EXTRACTED DATA:
class _Dispatch:
    """The jobs of a :class:`WorkShare` not taken yet, and a thread that hands jobs from
    the front to the workers of a pool (one per idle worker) once it has started and a
    job is there.

    A job's large arrays go through a shared-memory segment
    (:mod:`ecoscan.detect.shared_arrays`), released when the job is done.
    """

    def __init__(self, func, pool: EarlyPool | None, segments, after=None) -> None:
        self.func, self.pool, self.segments = func, pool, segments
        self.after = after  # a _Dispatch whose jobs must all be taken before ours start
        self.stopped = False
        self.jobs: list[Any] = []
        self.ready = threading.Condition()
        self.span = [0, None]  # jobs [span[0], span[1]) not taken; span[1] None: still open
        self.futures: dict[int, Any] = {}  # job -> future (None: submitting it failed)
        self.free = threading.Semaphore(max(1, pool.workers) if pool is not None else 1)
        self.helper = None
        if pool is not None:
            self.helper = threading.Thread(target=self._dispatch, daemon=True)
            self.helper.start()

    def add(self, job) -> None:
        with self.ready:
            if self.span[1] is not None:
                raise RuntimeError("no job can be added once the results are asked for")
            self.jobs.append(job)
            self.ready.notify_all()

    def close(self) -> list:
        """No more jobs (this process now takes them from the end); all of them."""
        with self.ready:
            if self.span[1] is None:
                self.span[1] = len(self.jobs)
            self.ready.notify_all()
            return list(self.jobs)

    def take(self, front: bool) -> int | None:
        """The next job from the front (for a worker: waits while more may come) or the
        end (for this process, once closed)."""
        with self.ready:
            if front:
                while self.span[1] is None and self.span[0] >= len(self.jobs):
                    self.ready.wait()
            end = len(self.jobs) if self.span[1] is None else self.span[1]
            if self.span[0] >= end:
                return None
            self.ready.notify_all()  # a share waiting for this one to be exhausted
            if front:
                self.span[0] += 1
                return self.span[0] - 1
            self.span[1] = end - 1
            return self.span[1]

    def _exhausted(self) -> bool:
        """Every job taken (no more can come), or the work abandoned (hold ``ready``)."""
        return self.span[1] is not None and self.span[0] >= self.span[1]

    def _wait_for_after(self) -> None:
        """Wait until every job of ``after`` is taken, or this work is abandoned."""
        after = self.after
        with after.ready:
            while not after._exhausted() and not self.stopped:
                after.ready.wait()

    def drain(self) -> None:
        """Hand out no more jobs and cancel those a worker has not started; wait for the
        helper thread."""
        with self.ready:
            self.span[1] = self.span[0]
            self.ready.notify_all()
            pending = [f for f in self.futures.values() if f is not None]
        for fut in pending:
            fut.cancel()  # no effect on a finished job or one a worker runs
        self.stopped = True
        if self.after is not None:  # a helper waiting for the other share's jobs ends
            with self.after.ready:
                self.after.ready.notify_all()
        self.free.release()  # a helper waiting for an idle worker finds no job and ends
        self.join()

    def join(self) -> None:
        if self.helper is not None:
            self.helper.join()

    def _dispatch(self) -> None:
        from ecoscan.detect.shared_arrays import pack, run_packed

        assert self.pool is not None
        ex = self.pool.wait()
        if ex is None:
            return
        if self.after is not None:
            self._wait_for_after()
        free = self.free
        while True:
            free.acquire()
            i = self.take(front=True)
            if i is None:
                return
            segment = None
            try:
                job, segment = pack(self.jobs[i], self.segments)
                fut = ex.submit(run_packed, self.func, job)
            except Exception:  # the pool was shut down or broke: run it here instead
                self.segments.release(segment)
                with self.ready:
                    self.futures[i] = None
                return

            def done(_f, segment=segment) -> None:
                self.segments.release(segment)
                free.release()

            fut.add_done_callback(done)
            with self.ready:
                self.futures[i] = fut


_LENT: contextvars.ContextVar[EarlyPool | None] = contextvars.ContextVar(
    "ecoscan_lent_pool", default=None
)


@contextlib.contextmanager
def lend_pool(pool: EarlyPool | None) -> Iterator[None]:
    """Lend ``pool``'s workers to the work done inside this block, before the tiles.

    :func:`ecoscan.detect.autotune.choose_layer` (called by the detector's preparation)
    then scores some candidate layers on them (:func:`share_work`). The pool stays the
    caller's: it is not stopped or handed over here.

    Examples
    --------
    >>> with lend_pool(None):
    ...     lent_pool() is None
    True
    """
    token = _LENT.set(pool)
    try:
        yield
    finally:
        _LENT.reset(token)


def lent_pool() -> EarlyPool | None:
    """The pool lent by the innermost :func:`lend_pool` block, or None."""
    return _LENT.get()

PROBLEM TO WORK ON: Pull out every line of the records that includes the string "abandoned".

RESPONSE:
        """Every job taken (no more can come), or the work abandoned (hold ``ready``)."""
        """Wait until every job of ``after`` is taken, or this work is abandoned."""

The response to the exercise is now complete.